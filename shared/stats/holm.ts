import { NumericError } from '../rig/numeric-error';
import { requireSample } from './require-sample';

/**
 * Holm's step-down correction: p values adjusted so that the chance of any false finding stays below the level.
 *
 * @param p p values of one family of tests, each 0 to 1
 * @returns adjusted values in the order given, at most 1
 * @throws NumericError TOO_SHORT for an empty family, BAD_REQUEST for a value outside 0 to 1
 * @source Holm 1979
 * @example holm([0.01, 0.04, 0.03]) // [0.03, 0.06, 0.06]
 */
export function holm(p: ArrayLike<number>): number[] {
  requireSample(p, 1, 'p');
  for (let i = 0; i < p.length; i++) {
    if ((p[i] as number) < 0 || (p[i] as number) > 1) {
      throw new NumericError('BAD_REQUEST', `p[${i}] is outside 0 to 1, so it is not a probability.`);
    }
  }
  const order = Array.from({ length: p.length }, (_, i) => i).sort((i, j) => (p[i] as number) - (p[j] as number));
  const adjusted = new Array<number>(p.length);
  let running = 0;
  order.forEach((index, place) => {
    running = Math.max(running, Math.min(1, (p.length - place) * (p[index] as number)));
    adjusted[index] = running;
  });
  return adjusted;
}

******************************

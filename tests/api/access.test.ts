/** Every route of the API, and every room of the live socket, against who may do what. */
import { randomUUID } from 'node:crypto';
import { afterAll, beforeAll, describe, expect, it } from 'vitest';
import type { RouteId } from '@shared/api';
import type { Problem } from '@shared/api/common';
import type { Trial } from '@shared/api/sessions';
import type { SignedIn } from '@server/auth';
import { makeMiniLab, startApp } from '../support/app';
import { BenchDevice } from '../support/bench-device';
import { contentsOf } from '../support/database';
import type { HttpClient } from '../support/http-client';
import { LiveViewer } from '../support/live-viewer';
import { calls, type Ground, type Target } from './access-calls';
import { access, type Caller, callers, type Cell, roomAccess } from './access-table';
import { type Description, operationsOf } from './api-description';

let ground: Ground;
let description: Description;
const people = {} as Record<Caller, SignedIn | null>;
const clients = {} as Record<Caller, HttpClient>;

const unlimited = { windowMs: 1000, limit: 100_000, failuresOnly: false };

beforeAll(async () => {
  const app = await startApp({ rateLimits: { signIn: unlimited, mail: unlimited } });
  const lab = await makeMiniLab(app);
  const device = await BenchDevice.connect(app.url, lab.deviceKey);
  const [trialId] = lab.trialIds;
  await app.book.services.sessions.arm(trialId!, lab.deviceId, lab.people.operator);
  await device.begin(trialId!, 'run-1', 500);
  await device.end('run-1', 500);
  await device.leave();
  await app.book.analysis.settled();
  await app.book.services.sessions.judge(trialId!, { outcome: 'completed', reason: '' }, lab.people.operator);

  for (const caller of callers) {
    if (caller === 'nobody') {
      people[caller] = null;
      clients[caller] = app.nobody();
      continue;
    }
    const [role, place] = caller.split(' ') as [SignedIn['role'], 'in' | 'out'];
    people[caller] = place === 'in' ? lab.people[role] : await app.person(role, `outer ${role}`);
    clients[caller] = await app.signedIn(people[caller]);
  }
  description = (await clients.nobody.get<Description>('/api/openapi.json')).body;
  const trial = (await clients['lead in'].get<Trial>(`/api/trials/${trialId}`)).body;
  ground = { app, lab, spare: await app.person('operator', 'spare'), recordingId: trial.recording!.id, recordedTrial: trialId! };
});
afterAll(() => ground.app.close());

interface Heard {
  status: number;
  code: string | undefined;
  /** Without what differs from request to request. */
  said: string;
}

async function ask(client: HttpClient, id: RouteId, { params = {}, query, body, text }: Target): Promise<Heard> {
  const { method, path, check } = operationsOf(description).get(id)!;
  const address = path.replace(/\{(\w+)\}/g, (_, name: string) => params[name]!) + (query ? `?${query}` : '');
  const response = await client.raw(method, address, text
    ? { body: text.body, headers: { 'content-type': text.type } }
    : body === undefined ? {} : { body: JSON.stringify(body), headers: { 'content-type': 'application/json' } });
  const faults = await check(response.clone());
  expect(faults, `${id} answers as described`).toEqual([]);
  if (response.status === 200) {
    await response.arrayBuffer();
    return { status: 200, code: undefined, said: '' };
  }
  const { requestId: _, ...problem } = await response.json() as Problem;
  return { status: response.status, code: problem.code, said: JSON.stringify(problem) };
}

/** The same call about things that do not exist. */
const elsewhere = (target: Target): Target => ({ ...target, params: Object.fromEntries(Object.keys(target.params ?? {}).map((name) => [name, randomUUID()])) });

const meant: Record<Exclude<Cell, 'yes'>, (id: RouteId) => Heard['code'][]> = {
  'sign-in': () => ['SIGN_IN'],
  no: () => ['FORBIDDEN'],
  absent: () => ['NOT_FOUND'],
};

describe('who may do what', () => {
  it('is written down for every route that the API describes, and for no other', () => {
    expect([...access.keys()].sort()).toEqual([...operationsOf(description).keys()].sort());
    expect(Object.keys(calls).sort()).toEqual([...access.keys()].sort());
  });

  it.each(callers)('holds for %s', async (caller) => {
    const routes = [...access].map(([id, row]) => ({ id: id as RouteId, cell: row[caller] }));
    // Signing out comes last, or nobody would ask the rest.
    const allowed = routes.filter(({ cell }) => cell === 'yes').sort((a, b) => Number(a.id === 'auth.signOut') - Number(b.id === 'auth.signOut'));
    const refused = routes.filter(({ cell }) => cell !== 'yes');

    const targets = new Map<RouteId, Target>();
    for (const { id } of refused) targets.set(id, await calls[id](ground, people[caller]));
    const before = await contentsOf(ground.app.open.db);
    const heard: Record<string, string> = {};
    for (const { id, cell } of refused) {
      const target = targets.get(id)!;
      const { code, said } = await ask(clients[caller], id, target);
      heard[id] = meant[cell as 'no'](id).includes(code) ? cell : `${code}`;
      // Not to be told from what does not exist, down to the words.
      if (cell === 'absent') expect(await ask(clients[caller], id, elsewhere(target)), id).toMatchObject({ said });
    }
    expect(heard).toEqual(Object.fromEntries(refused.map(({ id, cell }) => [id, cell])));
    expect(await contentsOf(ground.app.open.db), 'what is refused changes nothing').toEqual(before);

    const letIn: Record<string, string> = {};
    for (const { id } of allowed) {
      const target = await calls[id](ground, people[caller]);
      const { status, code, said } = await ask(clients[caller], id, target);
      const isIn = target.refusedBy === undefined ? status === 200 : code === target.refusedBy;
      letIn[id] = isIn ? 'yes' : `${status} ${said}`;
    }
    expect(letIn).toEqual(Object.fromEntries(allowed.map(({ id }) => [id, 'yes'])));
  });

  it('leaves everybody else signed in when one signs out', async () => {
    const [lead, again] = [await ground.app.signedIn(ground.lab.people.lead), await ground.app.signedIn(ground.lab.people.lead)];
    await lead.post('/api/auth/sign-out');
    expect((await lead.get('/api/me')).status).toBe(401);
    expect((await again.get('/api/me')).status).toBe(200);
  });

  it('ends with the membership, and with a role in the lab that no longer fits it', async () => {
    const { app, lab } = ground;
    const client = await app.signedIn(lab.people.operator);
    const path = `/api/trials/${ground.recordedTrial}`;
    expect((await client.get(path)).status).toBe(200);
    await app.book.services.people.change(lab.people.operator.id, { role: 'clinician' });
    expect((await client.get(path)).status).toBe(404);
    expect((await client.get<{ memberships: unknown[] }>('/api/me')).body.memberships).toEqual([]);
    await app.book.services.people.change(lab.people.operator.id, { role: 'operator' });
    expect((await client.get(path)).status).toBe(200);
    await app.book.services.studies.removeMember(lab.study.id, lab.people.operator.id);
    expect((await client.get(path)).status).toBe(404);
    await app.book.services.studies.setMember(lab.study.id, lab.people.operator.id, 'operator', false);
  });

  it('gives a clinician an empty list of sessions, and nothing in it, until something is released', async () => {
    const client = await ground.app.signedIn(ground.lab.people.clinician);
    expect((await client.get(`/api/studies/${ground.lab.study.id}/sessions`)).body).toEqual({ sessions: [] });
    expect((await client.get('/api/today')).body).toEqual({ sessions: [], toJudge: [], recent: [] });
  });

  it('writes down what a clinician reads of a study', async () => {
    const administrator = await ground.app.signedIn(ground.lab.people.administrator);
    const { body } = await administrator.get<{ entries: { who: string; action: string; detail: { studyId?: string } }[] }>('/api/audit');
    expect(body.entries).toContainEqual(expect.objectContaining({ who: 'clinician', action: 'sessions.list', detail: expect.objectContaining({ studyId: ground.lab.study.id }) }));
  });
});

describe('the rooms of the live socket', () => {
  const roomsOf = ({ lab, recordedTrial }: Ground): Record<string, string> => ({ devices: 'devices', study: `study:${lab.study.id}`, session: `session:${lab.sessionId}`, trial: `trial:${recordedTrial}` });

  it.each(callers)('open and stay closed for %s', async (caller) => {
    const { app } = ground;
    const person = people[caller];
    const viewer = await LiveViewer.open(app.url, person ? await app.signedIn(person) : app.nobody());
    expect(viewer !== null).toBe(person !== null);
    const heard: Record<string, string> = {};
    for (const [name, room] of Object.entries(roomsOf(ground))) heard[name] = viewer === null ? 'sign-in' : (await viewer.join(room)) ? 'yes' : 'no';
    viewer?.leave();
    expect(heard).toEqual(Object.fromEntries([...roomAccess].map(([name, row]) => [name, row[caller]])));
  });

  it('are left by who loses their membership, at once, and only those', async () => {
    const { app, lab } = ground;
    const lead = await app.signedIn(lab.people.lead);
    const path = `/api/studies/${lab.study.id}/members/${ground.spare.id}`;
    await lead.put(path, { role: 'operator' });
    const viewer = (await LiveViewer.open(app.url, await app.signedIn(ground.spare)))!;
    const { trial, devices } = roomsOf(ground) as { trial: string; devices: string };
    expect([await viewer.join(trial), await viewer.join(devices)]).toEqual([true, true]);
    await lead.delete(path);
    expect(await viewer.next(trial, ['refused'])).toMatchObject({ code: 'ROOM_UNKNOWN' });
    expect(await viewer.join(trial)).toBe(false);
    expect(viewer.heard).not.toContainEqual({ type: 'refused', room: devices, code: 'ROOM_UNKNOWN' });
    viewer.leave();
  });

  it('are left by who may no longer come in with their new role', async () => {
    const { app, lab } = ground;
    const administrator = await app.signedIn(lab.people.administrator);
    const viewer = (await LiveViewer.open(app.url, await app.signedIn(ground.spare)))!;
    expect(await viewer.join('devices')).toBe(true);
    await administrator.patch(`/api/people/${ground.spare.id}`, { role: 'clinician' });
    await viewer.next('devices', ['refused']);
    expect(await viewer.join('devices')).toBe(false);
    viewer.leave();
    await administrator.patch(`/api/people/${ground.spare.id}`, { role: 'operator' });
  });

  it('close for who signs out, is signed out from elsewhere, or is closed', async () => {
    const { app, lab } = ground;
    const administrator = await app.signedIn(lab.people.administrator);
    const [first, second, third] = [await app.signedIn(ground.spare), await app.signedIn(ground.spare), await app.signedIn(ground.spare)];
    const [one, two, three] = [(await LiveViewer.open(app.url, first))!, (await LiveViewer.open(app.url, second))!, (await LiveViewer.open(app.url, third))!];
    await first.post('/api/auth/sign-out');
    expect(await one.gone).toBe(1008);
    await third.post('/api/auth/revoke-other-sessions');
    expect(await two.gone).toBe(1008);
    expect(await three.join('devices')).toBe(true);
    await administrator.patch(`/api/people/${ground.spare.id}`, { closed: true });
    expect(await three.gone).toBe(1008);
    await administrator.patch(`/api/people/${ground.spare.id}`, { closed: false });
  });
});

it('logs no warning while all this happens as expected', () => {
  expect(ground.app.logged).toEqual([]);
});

******************************

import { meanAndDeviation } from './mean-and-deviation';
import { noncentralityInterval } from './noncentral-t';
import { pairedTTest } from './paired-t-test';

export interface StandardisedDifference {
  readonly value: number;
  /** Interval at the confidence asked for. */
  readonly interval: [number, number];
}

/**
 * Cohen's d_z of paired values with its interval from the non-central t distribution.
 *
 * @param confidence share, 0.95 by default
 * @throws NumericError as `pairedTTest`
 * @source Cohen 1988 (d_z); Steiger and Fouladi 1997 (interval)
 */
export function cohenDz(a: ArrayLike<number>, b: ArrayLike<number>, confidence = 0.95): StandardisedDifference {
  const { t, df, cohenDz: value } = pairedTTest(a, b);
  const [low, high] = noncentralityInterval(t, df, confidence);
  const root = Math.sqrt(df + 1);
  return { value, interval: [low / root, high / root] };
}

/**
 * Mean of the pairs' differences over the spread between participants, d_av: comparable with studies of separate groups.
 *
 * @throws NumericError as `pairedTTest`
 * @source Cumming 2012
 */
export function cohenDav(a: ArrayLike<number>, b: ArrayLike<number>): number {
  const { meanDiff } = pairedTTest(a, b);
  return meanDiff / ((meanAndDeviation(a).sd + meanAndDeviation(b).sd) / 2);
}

******************************

## What you are asked to do
When the line with "const target = targets.get(id)!;" is reached in the data above, begin copying, and stop after the line with "to the words."; copy each line exactly, both ends included.

## Task answer
      const target = targets.get(id)!;
      const { code, said } = await ask(clients[caller], id, target);
      heard[id] = meant[cell as 'no'](id).includes(code) ? cell : `${code}`;
      // Not to be told from what does not exist, down to the words.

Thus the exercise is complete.